Sunday, May 27, 2018

The immigrant experience

One of the scenarios that students chose to make their video projects about last week was: "Young immigrants adjusting to life in the U.S." This theme came from the short story we read in the fall, "Fish Cheeks" by Amy Tan.

The groups that chose this theme talked about many things. One group talked about a woman looking for a mosque, who got on a bus and couldn't figure out how to get the bus to stop at the right stop (she didn't know to pull the cord attached to the wall) so she watched the mosque sail past, helpless.

Another group wrote about a man who was beeped out of the way when he tried to cross the street at the wrong juncture where there wasn't a little light saying when to go, and how long you have. Another group had their character receive a letter after three months stating that government aid was ending, and so food stamps, health insurance, rental assistance were all expiring.

I found these stories absolutely wonderful because they were like true short stories - about the small things that happen, which, when communicated thoughtfully, help others understand our experience better. By "our" I mean human, not immigrant, because I'm not an immigrant. But my students' stories help me better understand what the immigrant experience is like.

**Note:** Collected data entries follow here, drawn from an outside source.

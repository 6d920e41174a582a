//! Exact n-gram counting, shared by BLEU (tokens), chrF (characters) and chrF++ (words). Three
//! ways, all computing, per order n, the sum over distinct n-grams of the smaller of two counts:
//!
//! - gram tables ([`GramBuilder`], [`Gram`]): the references of a segment precomputed once into
//!   small integer tables; a hypothesis is named item by item through a per-table hash and its
//!   n-grams matched by walking the table, with no sorting at scoring time (BLEU);
//! - packed keys ([`sorted_keys`], [`packed_matches`]): n-grams of small items packed into one
//!   `u64` / `u128` per position, both sides sorted and merged once (chrF, chrF++);
//! - sorted positions ([`sort_positions`], [`clipped_matches`]), for what fits neither: a
//!   sequence is stored followed by `max_order` padding items (`T::default()`, which must be
//!   the smallest value of `T` and never a real item). Positions sorted by the `max_order`
//!   items that start there are in lexicographic order of every shorter n-gram too, so one sort
//!   serves all orders: for order n the positions whose n-gram is complete (no padding inside)
//!   form, in that sorted order, contiguous groups of equal n-grams, counted by a linear merge.
//!
//! None allocates per item; buffers are reused by the caller.

use std::cmp::Ordering;
use std::hint::select_unpredictable;

/// Append `len` items' positions of `seq` to `out`, sorted by the `max_order` items starting at
/// each position. `seq` must hold at least `len + max_order` items (the tail is padding).
pub fn sort_positions<T: Ord>(seq: &[T], len: usize, max_order: usize, out: &mut Vec<u32>) {
    debug_assert!(seq.len() >= len + max_order);
    out.clear();
    out.extend(0..len as u32);
    out.sort_unstable_by(|&a, &b| {
        let (a, b) = (a as usize, b as usize);
        seq[a..a + max_order].cmp(&seq[b..b + max_order])
    });
}

/// True when the n-gram of order `n` at `pos` is complete (has no padding item).
#[inline]
pub fn complete<T: Ord + Default>(seq: &[T], pos: u32, n: usize) -> bool {
    seq[pos as usize + n - 1] != T::default()
}

/// Number of complete n-grams of order `n` in a sequence of `len` items.
#[inline]
pub fn ngram_count(len: usize, n: usize) -> u64 {
    (len + 1).saturating_sub(n) as u64
}

/// Sum over the distinct n-grams g of order `n` of `min(count_a(g), count_b(g))`, where
/// `a_sorted`/`b_sorted` are positions into `a`/`b` sorted as by [`sort_positions`] (for `b`, a
/// list that repeats a position k times counts that n-gram k times: the clipping tables of BLEU
/// use that to store a maximum count).
pub fn clipped_matches<T: Ord + Default>(n: usize, a: &[T], a_sorted: &[u32], b: &[T], b_sorted: &[u32]) -> u64 {
    let gram = |p: u32| p as usize..p as usize + n;
    let mut matches = 0u64;
    let mut i = 0;
    let mut j = 0;
    while i < a_sorted.len() {
        let pa = a_sorted[i];
        if !complete(a, pa, n) {
            i += 1;
            continue;
        }
        let ga = &a[gram(pa)];
        let mut count_a = 1u64;
        i += 1;
        while i < a_sorted.len() {
            let p = a_sorted[i];
            if !complete(a, p, n) {
                // Cannot fall inside a group of complete n-grams (see the module notes): skip.
                i += 1;
                continue;
            }
            if a[gram(p)] == *ga {
                count_a += 1;
                i += 1;
            } else {
                break;
            }
        }
        // Advance b to the first n-gram >= ga.
        let mut count_b = 0u64;
        while j < b_sorted.len() {
            let pb = b_sorted[j];
            if !complete(b, pb, n) {
                j += 1;
                continue;
            }
            match b[gram(pb)].cmp(ga) {
                Ordering::Less => j += 1,
                Ordering::Equal => {
                    count_b += 1;
                    j += 1;
                }
                Ordering::Greater => break,
            }
        }
        matches += count_a.min(count_b);
    }
    matches
}

// ---------------------------------------------------------------------------------------------
// Gram tables: n-gram counts of fixed sequences, precomputed once, matched by walking.
// ---------------------------------------------------------------------------------------------

/// Unsigned integer type the entries of a gram table are stored in: tables of short sequences
/// take one byte per entry. `MAX` is reserved (separator / no item).
pub trait Width: Copy + Eq + Default + Send + Sync + 'static {
    /// Largest value of the type.
    const MAX: usize;
    /// `v` (at most `MAX`) as this type.
    fn of(v: usize) -> Self;
    /// The value as an index.
    fn ix(self) -> usize;
    /// This type's decrement buffer in `s`.
    fn rem(s: &mut GramScratch) -> &mut Vec<Self>;
}

macro_rules! width {
    ($($t:ty => $f:ident),*) => {$(
        impl Width for $t {
            const MAX: usize = <$t>::MAX as usize;
            #[inline(always)]
            fn of(v: usize) -> Self {
                debug_assert!(v <= <Self as Width>::MAX);
                v as $t
            }
            #[inline(always)]
            fn ix(self) -> usize {
                self as usize
            }
            fn rem(s: &mut GramScratch) -> &mut Vec<Self> {
                &mut s.$f
            }
        }
    )*};
}
width!(u8 => rem8, u16 => rem16, u32 => rem32);

/// Reusable buffers of [`Gram::count`].
#[derive(Default)]
pub struct GramScratch {
    state: Vec<(u32, u32)>,
    rem8: Vec<u8>,
    rem16: Vec<u16>,
    rem32: Vec<u32>,
}

/// Where one gram table lives in the arenas it was built into, and its sizes.
#[derive(Debug, Clone, Copy, Default)]
pub struct GramHead {
    /// Start of the table in its entry arena.
    pub start: usize,
    /// Start of its item keys in the key arena.
    pub keys: u32,
    /// Positions (items plus one separator per sequence).
    pub positions: u32,
    /// Distinct items.
    pub items: u32,
    /// Lookup slots (at least [`home_slots`] of the item count, plus an empty one at the end).
    pub slots: u32,
}

/// Item keys are hashed into the lookup slots by this.
#[inline(always)]
fn slot_hash(key: u64) -> u64 {
    (key ^ (key >> 29)).wrapping_mul(0x9E37_79B9_7F4A_7C15)
}

/// Home slots of a table of `items` distinct items: a load of at most 1/3.
fn home_slots(items: usize) -> usize {
    3 * items + 1
}

/// The home slot of `key` among `home` slots.
#[inline(always)]
fn home(key: u64, home: usize) -> usize {
    (((slot_hash(key) >> 32) * home as u64) >> 32) as usize
}

/// Entries of a table of `positions` positions, `items` distinct items, for `order`.
fn table_len(positions: usize, slots: usize, items: usize, order: usize) -> usize {
    let p1 = positions + 1;
    positions + order + (order - 1) * p1 + order * p1 + slots + items + 1
}

/// Builds gram tables; keeps its buffers between tables.
///
/// A table describes sequences of item keys (`u64`). They are laid out one after the other,
/// each followed by a separator, at positions `0..P`; position `P` is the dead state `D`. Every
/// distinct n-gram (n <= order) is named by the position of its first occurrence. Entries, each
/// in `0..=P` or [`Width::MAX`]:
///
/// - `item[0..P + order]`: at each position the name of its item (its first position), or MAX at
///   separators and after the end;
/// - `next[n][0..=P]` for n in 1..order: the next occurrence of the n-gram at that position, or D;
/// - `count[n][0..=P]` for n in 1..=order: at the name of each n-gram, its largest count in any
///   one sequence (0 elsewhere and at D);
/// - a linear-probing slot table (slots of item index + 1, 0 empty) and the first
///   position of each distinct item after D (the name of an empty slot), to name the items of a
///   sequence being scored; the keys of the items are stored after a placeholder, likewise.
///
/// To extend an n-gram named q by an item named t, walk q, next[n][q], next[n][next[n][q]] ...
/// until `item[q' + n] == t`: occurrences are walked in position order, so the first such q' is
/// the first occurrence of the (n + 1)-gram, that is, its name.
#[derive(Default)]
pub struct GramBuilder {
    first: rustc_hash::FxHashMap<u64, u32>,
    pairs: rustc_hash::FxHashMap<(u32, u32), u32>,
    item: Vec<u32>,
    name: Vec<u32>,
    last: Vec<u32>,
    cnt: Vec<u32>,
    best: Vec<u32>,
    distinct: Vec<(u64, u32)>,
}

A masterfully told story of immigrants adjusting to life in the US is How the Garcia Girls Lost Their Accents, a novel by Julia Alvarez which consists of 15 stories about a family of four girls and their parents. They began life as illustrious residents of the Dominican Republic, but her father was not in favor with the Trujillo regime, and so they came to the US.

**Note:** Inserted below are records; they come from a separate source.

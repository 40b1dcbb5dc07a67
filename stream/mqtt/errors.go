package mqtt

import "errors"

// ErrConfig means a Config is invalid; the wrapping error names the field.
var ErrConfig = errors.New("mqtt: invalid config")

// ErrRunning is returned by a second call of Publisher.Run.
var ErrRunning = errors.New("mqtt: publisher already running")

// ErrTLS means TLS files could not be turned into a tls.Config.
var ErrTLS = errors.New("mqtt: bad TLS files")

// ErrAckTimeout means the broker did not acknowledge a message in time.
var ErrAckTimeout = errors.New("mqtt: acknowledgement timed out")

// ErrBadTopic means a queued message's topic cannot be published (empty,
// wildcard, NUL or invalid UTF-8); such a message is dropped from the outbox.
var ErrBadTopic = errors.New("mqtt: topic cannot be published")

The stories focus, early on, on the lives of the girls once they reach the US. As the book goes on, the stories backtrack to their childhoods in the Dominican Republic. The scenes and details from the island remind me of other caribbean lit - Breath, Eyes, Memory by Edwidge Danticat, and Wide Sargasso Sea by Jean Rhys. It occurred to me today that the book recreates the process of getting to know someone as an adult. You learn about their present first, and come to know their adult selves. Then, gradually, you become privvy to their upbringing, how it shaped them, and how it lives in their memory.

Indeed, no immigrants get to be known in their adopted countries any other way. With some of my American friends, I've known them since they were tiny. I don't have, can't have, that privilege with anyone who immigrated as an adult or semi-adult. I am obliged to get to know their adult self first, and, if I make it far enough into the book of their lives, their pasts and childhoods will be revealed.